One of my first memories is of darkness, of feeling my way around our textured couch, and not being able to see. Of patches over my eyes and how the tape that held them there itched, but I couldn’t figure out how to get them off.
I was basically a baby and had an eye surgery. According to my mom, when I was born the doctors thought I was blind. They were wrong. And eventually I had an operation and glasses and now my right eye works pretty well. My left? That’s another story.
It seems impossible for me to remember that, being just a bit over one year old, firmly rooted in darkness and itchiness and yearning for light, and the mind is a funny thing, but I remember feeling powerless.
Another memory that came soon after that is of heroes and fire, of a boom outside, Mom screaming into the red phone on our wall and Dad rushing down our driveway’s long hill to see a truck in flames, one of his firefighter friends. He died there in the truck.
Mom and I waited, looking out the picture window at the orange and black flames leaping behind the trees that made a boundary between the road and our property. The firetrucks came. The volunteers came. And then Dad came back up the hill, much later, crying. He couldn’t save him.
I was maybe between three and five because my parents were still married. But my older sister was gone to be married whatever that meant. Then my older brother was gone to college and the house was quiet and dark even when my parents blazed at each other. And then my dad was gone too.
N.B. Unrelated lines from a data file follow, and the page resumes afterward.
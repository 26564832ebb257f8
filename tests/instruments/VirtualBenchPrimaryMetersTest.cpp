// The virtual bench's mains-side analyser reads V1 and I1 through its own channels: their own gain
// errors (drawn once per seed from their own accuracy, independent of the secondary meters'), their
// own noise and resolution, and the same numbers for a seed every time.
#include "InstrumentsTestSupport.h"

#include "LinkAddress.h"
#include "VirtualBench.h"

#include <QDateTime>

#include <cmath>
#include <vector>

using namespace sagline;
using namespace sagline::test;

namespace {

VirtualBenchOptions benchOptions(std::uint64_t seed)
{
    const sagline::Setup setup = demoSetup();
    return virtualBenchOptionsFor(setup, planFor(setup), seed);
}

std::int64_t startMs()
{
    return QDateTime(QDate(2026, 12, 3), QTime(9, 0), Qt::UTC).toMSecsSinceEpoch();
}

// The exact supply voltage at the primary terminals, read without noise or rounding.
VirtualBenchOptions quiet(VirtualBenchOptions options)
{
    options.primaryVoltmeter.noiseSd = 1e-12; // normal_distribution needs a σ above zero
    options.primaryVoltmeter.resolution = 0.0;
    return options;
}

} // namespace

TEST(VirtualBenchPrimaryMeters, ThePrimaryVoltmeterHasItsOwnGainNotTheSecondaryOnes)
{
    VirtualClock clock(startMs());
    // A perfect secondary voltmeter: the primary reading must still carry the analyser's gain.
    VirtualBenchOptions options = quiet(benchOptions(3));
    options.voltmeter.accuracy = {0.0, 0.0};
    VirtualBench bench(options, &clock);
    EXPECT_EQ(bench.voltmeterGain(), 1.0);
    EXPECT_NE(bench.primaryVoltmeterGain(), 1.0);
    // Drawn within a third of its ±0.5 % (VirtualBench.cpp, common practice).
    EXPECT_LE(std::abs(bench.primaryVoltmeterGain() - 1.0), 0.5 / 300.0 + 1e-15);
    const double truth = bench.state().primaryVoltageV;
    const auto read = bench.readPrimaryVoltage();
    ASSERT_TRUE(read);
    EXPECT_NEAR(*read, truth * bench.primaryVoltmeterGain(), 1e-9 * truth);

    // And the other way round: a perfect analyser reads the supply as it is, whatever the
    // secondary voltmeter's gain.
    VirtualBenchOptions perfectPrimary = quiet(benchOptions(3));
    perfectPrimary.primaryVoltmeter.accuracy = {0.0, 0.0};
    VirtualBench other(perfectPrimary, &clock);
    EXPECT_NE(other.voltmeterGain(), 1.0);
    EXPECT_EQ(other.primaryVoltmeterGain(), 1.0);
    const auto exact = other.readPrimaryVoltage();
    ASSERT_TRUE(exact);
    EXPECT_NEAR(*exact, other.state().primaryVoltageV, 1e-9);
}

TEST(VirtualBenchPrimaryMeters, ThePrimaryAmmeterHasItsOwnGainAndTheSpecsReachTheRig)
{
    VirtualClock clock(startMs());
    VirtualBenchOptions options = benchOptions(5);
    options.ammeter.accuracy = {0.0, 0.0};
    VirtualBench bench(options, &clock);
    EXPECT_EQ(bench.ammeterGain(), 1.0);
    EXPECT_NE(bench.primaryAmmeterGain(), 1.0);
    EXPECT_LE(std::abs(bench.primaryAmmeterGain() - 1.0), 1.0 / 300.0 + 1e-15);
    // The rig's primary roles state the analyser's own accuracy and resolution.
    options.primaryVoltmeter.accuracy = {0.2, 2.0};
    options.primaryVoltmeter.resolution = 0.1;
    const RoleConfig v1 = virtualBenchPrimaryRoleConfig(options, MeterRole::PrimaryVoltage);
    EXPECT_DOUBLE_EQ(v1.accuracy.percentOfReading, 0.2);
    EXPECT_DOUBLE_EQ(v1.accuracy.counts, 2.0);
    EXPECT_DOUBLE_EQ(v1.resolution, 0.1);
    const RoleConfig i1 = virtualBenchPrimaryRoleConfig(options, MeterRole::PrimaryCurrent);
    EXPECT_DOUBLE_EQ(i1.resolution, options.primaryAmmeter.resolution);
}

TEST(VirtualBenchPrimaryMeters, ASeedGivesTheSameReadingsAndLeavesTheSecondaryOnesAlone)
{
    VirtualClock clock(startMs());
    VirtualBench first(benchOptions(7), &clock);
    VirtualBench again(benchOptions(7), &clock);
    VirtualBench secondaryOnly(benchOptions(7), &clock);
    VirtualBench otherSeed(benchOptions(8), &clock);
    EXPECT_NE(first.primaryVoltmeterGain(), otherSeed.primaryVoltmeterGain());
    for (VirtualBench *bench : {&first, &again, &secondaryOnly})
        bench->setLoad(8.0);
    std::vector<double> a, b, v2First, v2Alone;
    for (int k = 0; k < 20; ++k) {
        a.push_back(first.readPrimaryVoltage().value_or(-1.0));
        a.push_back(first.readPrimaryCurrent().value_or(-1.0));
        b.push_back(again.readPrimaryVoltage().value_or(-1.0));
        b.push_back(again.readPrimaryCurrent().value_or(-1.0));
        v2First.push_back(first.readVoltage().value_or(-1.0));
        v2Alone.push_back(secondaryOnly.readVoltage().value_or(-1.0)); // never reads the primary
    }
    EXPECT_EQ(a, b);
    EXPECT_EQ(v2First, v2Alone) << "reading the primary must not move the secondary meters' noise";
}
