#!/usr/bin/env bash
# Builds the Debian package from BUILD_DIR with cpack, checks it with lintian (no errors, and
# every warning listed as accepted in DEVELOPERS.md), installs it on this machine with dpkg -i,
# runs the installed programs from their installed paths in a bare environment, then purges the
# package and checks that nothing it installed is left behind.
# Needs root (dpkg); CI runs it as root on a throwaway clone. A lock keeps two runs on one
# machine from overlapping.
#
# usage: package-install-test.sh SOURCE_DIR BUILD_DIR VERSION GIT_COMMIT PROGRAM...
set -euo pipefail

source_dir=$1
build_dir=$2
version=$3
commit=$4
shift 4
programs=("$@")
package=sagline
app_id=org.sagline.Sagline
failures=0

fail() {
    echo "FAIL: $*" >&2
    failures=$((failures + 1))
}
pass() { echo "ok: $*"; }
has_program() {
    local p
    for p in "${programs[@]}"; do [ "$p" = "$1" ] && return 0; done
    return 1
}

if [ "$(id -u)" -ne 0 ]; then
    echo "FAIL: the package install test runs dpkg -i and needs root" >&2
    exit 1
fi
for tool in cpack lintian dpkg-deb dpkg-shlibdeps flock timeout readelf file gio sqlite3 python3; do
    command -v "$tool" >/dev/null || { echo "FAIL: $tool is missing: run scripts/install-deps.sh" >&2; exit 1; }
done

exec 9>/var/lock/sagline-package-test.lock
flock -w 900 9 || { echo "FAIL: another package test held the lock for 15 minutes" >&2; exit 1; }

if dpkg-query -W -f='${db:Status-Status}' "$package" 2>/dev/null | grep -qv '^not-installed$'; then
    echo "FAIL: $package is already installed on this machine; remove it (dpkg -P $package) first" >&2
    exit 1
fi

work=$(mktemp -d)
installed_by_us=0
cleanup() {
    if [ "$installed_by_us" -eq 1 ]; then
        echo "cleanup: purging $package after a failure" >&2
        dpkg -P "$package" >/dev/null 2>&1 || true
    fi
    rm -rf "$work"
}
trap cleanup EXIT

# --- Build the package ---------------------------------------------------------------------------
echo "== cpack"
cpack --config "$build_dir/CPackConfig.cmake" -B "$work/out" >"$work/cpack.log" 2>&1 \
    || { cat "$work/cpack.log" >&2; echo "FAIL: cpack failed" >&2; exit 1; }
debs=("$work"/out/*.deb)
[ "${#debs[@]}" -eq 1 ] && [ -f "${debs[0]}" ] || { echo "FAIL: cpack made no single .deb" >&2; exit 1; }
deb=${debs[0]}
echo "package: $(basename "$deb"), $(stat -c %s "$deb") bytes"
dpkg-deb --info "$deb"
dpkg-deb --contents "$deb" | tee "$work/contents"

[ "$(dpkg-deb -f "$deb" Version)" = "$version" ] && pass "Version: $version" \
    || fail "package version $(dpkg-deb -f "$deb" Version), project $version"
depends=$(dpkg-deb -f "$deb" Depends)
[[ $depends == *libc6* ]] && pass "Depends computed by dpkg-shlibdeps: $depends" \
    || fail "Depends lacks libc6, shlibdeps did not run: '$depends'"

# The package's paths, as they will be on the machine (./usr/bin/ -> /usr/bin).
awk '{ print $6 }' "$work/contents" | sed -e 's|^\./|/|' -e 's|/$||' | grep -v '^$' | grep -v '^/$' >"$work/paths"
expected=(/usr/share/$package/demo-setup.json /usr/share/$package/lab-sheet-40va-toroid.json
          /usr/share/$package/lab-sheet-12va-laminated.json /usr/share/man/man5/sagline-labsheet.5.gz
          /usr/share/doc/$package/copyright
          /usr/share/doc/$package/changelog.gz /usr/share/mime/packages/sagline.xml)
for program in "${programs[@]}"; do
    expected+=("/usr/bin/$program" "/usr/share/man/man1/$program.1.gz")
done
if has_program sagline; then
    expected+=(/usr/share/applications/$app_id.desktop /usr/share/metainfo/$app_id.metainfo.xml
               /usr/share/icons/hicolor/scalable/apps/$app_id.svg /usr/share/icons/hicolor/48x48/apps/$app_id.png
               /usr/share/icons/hicolor/256x256/apps/$app_id.png)
fi
for path in "${expected[@]}"; do
    grep -qx "$path" "$work/paths" && pass "package holds $path" || fail "package lacks $path"
done

# --- lintian -------------------------------------------------------------------------------------
echo "== lintian"
lintian --allow-root --display-level ">=info" "$deb" >"$work/lintian.log" 2>&1 || true
cat "$work/lintian.log"
if grep -q '^E: ' "$work/lintian.log"; then
    fail "lintian reports errors (above)"
else
    pass "lintian: no errors"
fi
# Each warning must be one the contributor guide accepts, with its reason.
accepted=$(sed -n '/^### Accepted lintian findings/,/^##/p' "$source_dir/DEVELOPERS.md")
while read -r tag; do
    [ -z "$tag" ] && continue
    grep -q "\`$tag\`" <<<"$accepted" && pass "lintian warning $tag is accepted in DEVELOPERS.md" \
        || fail "lintian warning $tag is not listed under 'Accepted lintian findings' in DEVELOPERS.md"
done < <(sed -n 's/^W: [^:]*: \([a-z0-9-]*\).*/\1/p' "$work/lintian.log" | sort -u)

# --- Install -------------------------------------------------------------------------------------
echo "== dpkg -i"
while read -r path; do
    if [ -e "$path" ] || [ -L "$path" ]; then echo "$path"; fi
done <"$work/paths" >"$work/existed-before"
installed_by_us=1
dpkg -i "$deb" >"$work/dpkg-i.log" 2>&1 || { cat "$work/dpkg-i.log" >&2; echo "FAIL: dpkg -i failed" >&2; exit 1; }
pass "dpkg -i $(basename "$deb")"
dpkg -L "$package" | grep -v '^/\.$' >"$work/dpkg-list"

# Run the installed programs the way a user would: a bare environment, a fresh home, an
# unrelated working folder, nothing pointing into the source or build tree.
mkdir -p "$work/home" "$work/cwd"
run() { (cd "$work/cwd" && env -i PATH=/usr/bin:/bin HOME="$work/home" LC_ALL=C.UTF-8 "$@"); }

for program in "${programs[@]}"; do
    location=$(run sh -c "command -v $program" || true)
    [ "$location" = "/usr/bin/$program" ] && pass "$program is /usr/bin/$program" \
        || fail "$program resolves to '$location', not /usr/bin/$program"
    runpath=$(readelf -d "/usr/bin/$program" | grep -E 'RUNPATH|RPATH' || true)
    [ -z "$runpath" ] && pass "$program has no RUNPATH" || fail "$program carries $runpath"
    missing=$(run ldd "/usr/bin/$program" | grep 'not found' || true)
    [ -z "$missing" ] && pass "$program: every shared library resolves" || fail "$program: $missing"
    # No display and no QT_QPA_PLATFORM: --version must answer anyway.
    output=$(run timeout 20 "/usr/bin/$program" --version 2>&1) || true
    if [[ $output == *"$version"* && $output == *"$commit"* ]]; then
        pass "$program --version: $output"
    else
        fail "$program --version should name $version and commit $commit, printed: '$output'"
    fi
done

if has_program sagline-cli; then
    demo=/usr/share/$package/demo-setup.json
    [ -f /usr/share/$package/demo-readings.csv ] && run sagline-cli fit /usr/share/$package/demo-readings.csv >/dev/null \
        && pass "sagline-cli fit /usr/share/$package/demo-readings.csv" \
        || fail "sagline-cli fit on the installed demo readings failed"
    if run sagline-cli plan "$demo" >"$work/plan.txt" 2>&1 && grep -q 'Load sweep plan' "$work/plan.txt"; then
        pass "sagline-cli plan $demo"
        head -n 3 "$work/plan.txt"
    else
        fail "sagline-cli plan $demo:"$'\n'"$(cat "$work/plan.txt")"
    fi
    if run sagline-cli plan "$demo" --json >"$work/plan.json" \
        && python3 -c 'import json,sys; p=json.load(open(sys.argv[1])); assert p["recommended_fuse"]["rating_a"] > 0 and len(p["steps"]) > 1' "$work/plan.json"; then
        pass "sagline-cli plan --json: recommended fuse and steps present"
    else
        fail "sagline-cli plan $demo --json did not give a plan with a fuse and steps"
    fi
    # A whole sweep on the built-in virtual bench into a new session, then its fit.
    if run sagline-cli run "$demo" --sim -o "$work/cwd/cli-sweep.sagline" >"$work/run.txt" 2>&1 \
        && run sagline-cli fit "$work/cwd/cli-sweep.sagline" --json >"$work/fit.json" \
        && python3 -c 'import json,sys; f=json.load(open(sys.argv[1])); assert f["n"] >= 3 and f["series_resistance_ohm"] > 0' "$work/fit.json"; then
        pass "sagline-cli run --sim wrote a session and fit --json read it back"
    else
        fail "sagline-cli run --sim / fit on the installed demo setup:"$'\n'"$(tail -n 20 "$work/run.txt")"
    fi
    if run sagline-cli --help | grep -q '^  report '; then
        # The PDF report, headless, with whatever fonts the package's dependencies bring.
        if run sagline-cli report "$work/cwd/cli-sweep.sagline" -o "$work/cwd/report.pdf" >"$work/report.txt" 2>&1 \
            && file -b "$work/cwd/report.pdf" | grep -q '^PDF document'; then
            pass "sagline-cli report wrote a PDF ($(stat -c %s "$work/cwd/report.pdf") bytes)"
        else
            fail "sagline-cli report:"$'\n'"$(cat "$work/report.txt")"
        fi
    fi
    # The program finds its data through its own location (core/DataDirectory.h), not the build tree.
    help_data=$(run sagline-cli --help | sed -n 's/^Demo setup: //p')
    [ "$help_data" = "$demo" ] && pass "installed sagline-cli finds its data in /usr/share/$package" \
        || fail "installed sagline-cli locates its demo setup at '$help_data', expected $demo"
fi

if has_program sagline-sim; then
    # The virtual bench on the installed demo setup: up and serving until stopped after 2 s.
    status=0
    run timeout 2 sagline-sim /usr/share/$package/demo-setup.json --tcp-port 0 --no-pty </dev/null \
        >"$work/sim.txt" 2>&1 || status=$?
    if [ "$status" -eq 124 ] && grep -q 'virtual bench' "$work/sim.txt"; then
        pass "sagline-sim served the demo transformer until stopped after 2 s"
    else
        fail "sagline-sim exited with status $status:"$'\n'"$(cat "$work/sim.txt")"
    fi
fi

session=""
[ -f "$work/cwd/cli-sweep.sagline" ] && session=$work/cwd/cli-sweep.sagline
if has_program sagline; then
    gui() { run env QT_QPA_PLATFORM=offscreen XDG_RUNTIME_DIR="$work/home" "$@"; }
    # Still running after 3 s on the offscreen platform: it started, built its window, did not crash.
    status=0
    gui timeout 3 sagline >"$work/gui.log" 2>&1 || status=$?
    [ "$status" -eq 124 ] && pass "sagline ran on the offscreen platform until stopped after 3 s" \
        || fail "sagline exited with status $status within 3 s:"$'\n'"$(cat "$work/gui.log")"
    # A whole demonstration sweep through the installed program writes a real session file.
    status=0
    gui timeout 120 sagline --screenshot "$work/shots" >"$work/gui-demo.log" 2>&1 || status=$?
    gui_session=$(find "$work/shots/sessions" -name '*.sagline' 2>/dev/null | head -n 1)
    if [ "$status" -eq 0 ] && [ -n "$gui_session" ] && ls "$work"/shots/*.png >/dev/null 2>&1; then
        pass "sagline --screenshot ran the demo sweep: $(basename "$gui_session") and $(cd "$work/shots" && ls ./*.png | tr '\n' ' ')"
        session=$gui_session
    else
        fail "sagline --screenshot (status $status) made no session or no image:"$'\n'"$(cat "$work/gui-demo.log")"
    fi
    # Opening that session as the menu entry does on a double-click (Exec=sagline %f).
    if [ -n "$session" ]; then
        status=0
        gui timeout 3 sagline "$session" >"$work/gui-open.log" 2>&1 || status=$?
        [ "$status" -eq 124 ] && pass "sagline started with the session file as its argument and stayed up 3 s" \
            || fail "sagline $session exited with status $status:"$'\n'"$(cat "$work/gui-open.log")"
    fi
fi

# Desktop integration as the triggers of shared-mime-info and desktop-file-utils left it.
if [ -x /usr/bin/update-mime-database ]; then
    if [ -z "$session" ]; then # no program wrote a session: a file with the store's application_id stands in
        app_id_hex=$(sed -n 's/.*sessionApplicationId = 0x\([0-9A-Fa-f]*\)u.*/\1/p' "$source_dir/core/SessionSchema.h")
        session=$work/cwd/unit-12
        sqlite3 "$session" "PRAGMA application_id = $((16#$app_id_hex)); CREATE TABLE t(x);"
    fi
    type=$(run gio info -a standard::content-type "$session" | sed -n 's/.*content-type: //p')
    [ "$type" = application/x-sagline-session ] && pass "the system MIME database types $(basename "$session") as $type" \
        || fail "$session is '$type' in the system MIME database, not application/x-sagline-session"
fi
if has_program sagline && [ -f /usr/share/applications/mimeinfo.cache ]; then
    grep -q "^application/x-sagline-session=.*$app_id.desktop" /usr/share/applications/mimeinfo.cache \
        && pass "session files open with $app_id.desktop" \
        || fail "mimeinfo.cache does not associate application/x-sagline-session with $app_id.desktop"
fi
for program in "${programs[@]}"; do
    man_page=$(run man -w "$program" 2>/dev/null || true)
    [ "$man_page" = "/usr/share/man/man1/$program.1.gz" ] && pass "man $program finds $man_page" \
        || fail "man -w $program gave '$man_page'"
done

# --- Remove ----------------------------------------------------------------------------------
echo "== dpkg -P"
dpkg -P "$package" >"$work/dpkg-p.log" 2>&1 || { cat "$work/dpkg-p.log" >&2; fail "dpkg -P failed"; }
installed_by_us=0
left=0
while read -r path; do
    if grep -qxF "$path" "$work/existed-before"; then
        # A folder shared with other packages (/usr/bin, /usr/share/man/man1, ...) must stay.
        [ -e "$path" ] || fail "dpkg -P removed $path, which existed before the install"
    elif [ -e "$path" ] || [ -L "$path" ]; then
        fail "left behind after purge: $path"
        left=$((left + 1))
    fi
done <"$work/dpkg-list"
[ "$left" -eq 0 ] && pass "nothing of the $(wc -l <"$work/dpkg-list") paths dpkg listed is left"
[ ! -e /usr/share/mime/application/x-sagline-session.xml ] && pass "MIME database no longer has the session type" \
    || fail "/usr/share/mime/application/x-sagline-session.xml is left after purge"
if [ -f /usr/share/applications/mimeinfo.cache ]; then
    ! grep -q "$app_id" /usr/share/applications/mimeinfo.cache && pass "mimeinfo.cache no longer names $app_id" \
        || fail "mimeinfo.cache still names $app_id after purge"
fi

if [ "$failures" -ne 0 ]; then
    echo "$failures check(s) failed" >&2
    exit 1
fi
echo "package built, checked, installed, run and removed cleanly"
The nest of my family at my little brown house that my dad built decades before I came around had been stripped clean of everyone except Mom and me and I felt powerless to stop it.
The memories of people laughing and fighting of teenagers coming over were gone, just memory flickerings and ghost whispers.
And I grew up and along the way I realized that so often we are powerless to rumors, haters, trolls, systems meant to keep us in check and by the own negative scripts we hear in our brains about how we aren’t enough. We aren’t good enough, strong enough, woke enough yet. We aren’t awake. We aren’t talented. We aren’t… We aren’t.. We aren’t powerful.
But that’s not all we are.
The sparks of insecurity, hate, anger, jealously, rage, anxiety? We don’t have to let them turn into flames and burn ourselves down. But if we do? Then we need to rise up, rise up too, like a phoenix or whatever damn mythological creature you want to be. Sometimes it feels like just to be human is to be myth. Who are we? Do we float up after the fires, curl and moving skywards? Do we sweep our ashes up off the floor?
To be powerful is to understand that we are not all-powerful, all-knowing. To be powerful is to seek truths beyond our own. To be powerful is to watch and wonder and learn and to sometimes be quiet and to sometimes speak up. It’s to know that our place isn’t always with the burning truck. It’s to know that people leave but you can find new people. It’s to wander into your home, your dark home, and find your way around the couch safely.
We are all the myths that are humans, the reality of our own makings and it’s time to make those realities, those myths, those stories — all of it — into good ones.